Went in to a local gun shop today and was eyeing a "new" CM9. I noticed that the slide had small pit marks on it where it started to rust, the outside of the barrel had wear and inside of the barrel looked dirty.. Is this possible for a NEW gun? Would test firing this gun really make the bore that dirty?? The inside and outside of the barrel looked like one of my glocks after the first hundred or so rounds was put through it... Store was selling this gun as new and it kinda pisses me off a bit if he's trying to rip people off..


----------



## Splittine (Nov 24, 2007)

Rust can be from handeling, alot of guns have dirty bores as they are shot at the factory, shouldn't be any barrel ware though.


----------



## PompChaser315 (Feb 18, 2011)

Thats what I kinda figured about the rust, but the barrel had definite wear marks.. anyone know how many times Kahr test fires their guns?


----------



## drifterfisher (Oct 9, 2009)

Shouldn't have been more thane one or 2 test fire shots.Sounds like he was trying to pass a used gun for new.I was in a GS in FWB,a fairly new shop,and they were selling a used CZ 22 bolt gun as new.I called them out on it and they stuck with the new price.The stock had bad handling marks,as did the bolt,it takes a good bit of use to mark up a bolt.And the breech face was dirty,as was the facing of the bolt.


----------



## Lloyd (Mar 13, 2012)

Which store was this?
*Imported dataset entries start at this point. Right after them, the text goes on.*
"""`read`, `runs`, `show`, `history`, `lookup`: looking without changing anything."""

from __future__ import annotations

import json
from typing import Annotated, Any, Optional

import typer

from kb.cli import exit_codes
from kb.cli.render import wrapped
from kb.cli.session import current_session
from kb.plain import plain

Word = Optional[str]  # noqa: UP045 - typer reads the annotations at run time


def register(app: typer.Typer) -> None:
    """Add the commands of this file."""
    app.command("read")(read)
    app.command("runs")(runs)
    app.command("show")(show)
    app.command("history")(history)
    app.command("lookup")(lookup)


def read(
    scheme: Annotated[Word, typer.Argument(help="Reaction SMILES, a substrate, a name, or a file.")] = None,
    ignore_maps: Annotated[bool, typer.Option("--ignore-maps", help="Read without the atom maps.")] = False,
    batch: Annotated[Word, typer.Option("--batch", metavar="FILE.csv", help="Read a column of schemes.")] = None,
    column: Annotated[Word, typer.Option("--column", metavar="NAME", help="Its heading.")] = None,
) -> int:
    """Say what a scheme does: centre, leaving group, fate, and what else could form."""
    from kb.book import iter_scheme_column, read_scheme, scheme_from_argument

    session = current_session()
    if batch is not None:
        if column is None:
            raise typer.BadParameter("--batch needs --column NAME.")
        failed = 0
        for text in iter_scheme_column(batch, column):
            reading = read_scheme(text, ignore_maps=ignore_maps)
            failed += not reading.ok
            session.print_json(reading.as_dict())
        if failed:
            session.say(f"{failed} rows could not be read; their lines say why.")
        return exit_codes.REFUSED if failed else exit_codes.DONE
    if scheme is None:
        raise typer.BadParameter("Give a scheme, or --batch FILE.csv --column NAME.")
    reading = read_scheme(scheme_from_argument(scheme), ignore_maps=ignore_maps)
    if session.as_json:
        session.print_json(reading.as_dict())
    elif reading.ok:
        typer.echo(_reading_text(reading))
    if not reading.ok:
        session.say(f"sidepath: {reading.reason}")
        return exit_codes.REFUSED
    return exit_codes.DONE


def runs(
    limit: Annotated[int, typer.Option(min=1, max=1000)] = 30,
    page: Annotated[int, typer.Option(min=1)] = 1,
    sort: Annotated[str, typer.Option(help="date, code or yield; newest first.")] = "date",
    withdrawn: Annotated[bool, typer.Option("--withdrawn", help="Also the withdrawn ones.")] = False,
) -> None:
    """List the runs of the book."""
    from kb.cli.render_run import render_runs
    from kb.record.portable import run_to_dict

    session = current_session()
    with session.opened(read_only=True) as book:
        got = book.page(offset=(page - 1) * limit, limit=limit, sort=sort, withdrawn=withdrawn)
    session.answer(
        {"total": got.total, "page": page, "items": [run_to_dict(r) for r in got.items]},
        render_runs(got.items, got.total, (page - 1) * limit),
    )


def show(code: Annotated[str, typer.Argument(help="The run's code.")]) -> None:
    """Show one run in full."""
    from kb.cli.render_run import render_run
    from kb.record.portable import run_to_dict

    session = current_session()
    with session.opened(read_only=True) as book:
        run = book.get(code)
    session.answer(run_to_dict(run), render_run(run))


def history(code: Annotated[str, typer.Argument(help="The run's code.")]) -> None:
    """Show who changed a run, when, why and from what."""
    from kb.cli.render_run import render_history

    session = current_session()
    with session.opened(read_only=True) as book:
        entries = book.history_as_dicts(code)
    if session.as_json:
        typer.echo(json.dumps({"run": code, "history": entries}, ensure_ascii=False, default=str))
    else:
        typer.echo(render_history(entries))


def lookup(
    name: Annotated[str, typer.Argument(help="Name, abbreviation or SMILES.")],
    kind: Annotated[Word, typer.Option(help="solvent or reagent.")] = None,
) -> int:
    """Look a solvent or reagent up; near names are offered, not taken."""
    from kb.book import lookup_material

    session = current_session()
    found = lookup_material(name, kind)
    session.answer(found, _lookup_text(name, found))
    return exit_codes.DONE if found["match"] or found["offers"] else exit_codes.REFUSED


def _lookup_text(name: str, found: dict[str, Any]) -> str:
    match = found["match"]
    if match is None:
        offers = [f"  {o['name']} ({o['score']:.0f})" for o in found["offers"]]
        said = f"No material is called {plain(name)!r}."
        return "\n".join([said, "Near names:" if offers else "Nothing near either.", *offers])
    lines = [plain(match["name"])]
    for key, value in match.items():
        if key != "name" and value not in (None, "", [], ()):
            shown = ", ".join(map(str, value)) if isinstance(value, (list, tuple)) else str(value)
            lines += wrapped(shown, 22, first=f"  {key.replace('_', ' '):<20}")
    return "\n".join(lines)


def _reading_text(reading: Any) -> str:
    lines = [f"{reading.confidence}: {reading.fate or 'no single fate'}"]
    if reading.reason:
        lines += wrapped(reading.reason, 2)
    for centre in reading.centres:
        words = [str(centre.carbon_class), *map(str, centre.flags)]
        if centre.leaving_group:
            words.append(f"loses {centre.leaving_group}")
        words.append(f"{centre.beta_hydrogens} beta hydrogens")
        lines += wrapped(f"component {centre.component}, atom {centre.atom}: {', '.join(words)}", 2)
    if reading.nucleophile:
        lines += wrapped(f"nucleophile: {reading.nucleophile.nucleophile_class.replace('_', ' ')}", 2)
    if reading.possible:
        lines.append("could form")
        for possible in reading.possible[:20]:
            lines += wrapped(f"{possible.fate}: {possible.product}", 4)
            lines += wrapped(possible.note, 8) if possible.note else []
        if len(reading.possible) > 20:
            lines.append(f"    and {len(reading.possible) - 20} more (--json lists all)")
    return "\n".join(lines)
Ive seen new kel-tecs with rust


----------



## Gravity3694 (May 10, 2011)

I wouldn't mind a used gun, but don't lie to me by saying its new.


----------



## bigbulls (Mar 12, 2008)

> Ive seen new kel-tecs with rust


We have had NIB Kimber 1911's have rust on the barrel straight out of the box. Seen guns of all makes and models have rust in different places right out of the box.



> I wouldn't mind a used gun, but don't lie to me by saying its new.


I don't know if you looked at the CM9 at Mike's or not but if you did I assure you that we do not have any used CM9's in the store. We just got them in about a week or so back.


----------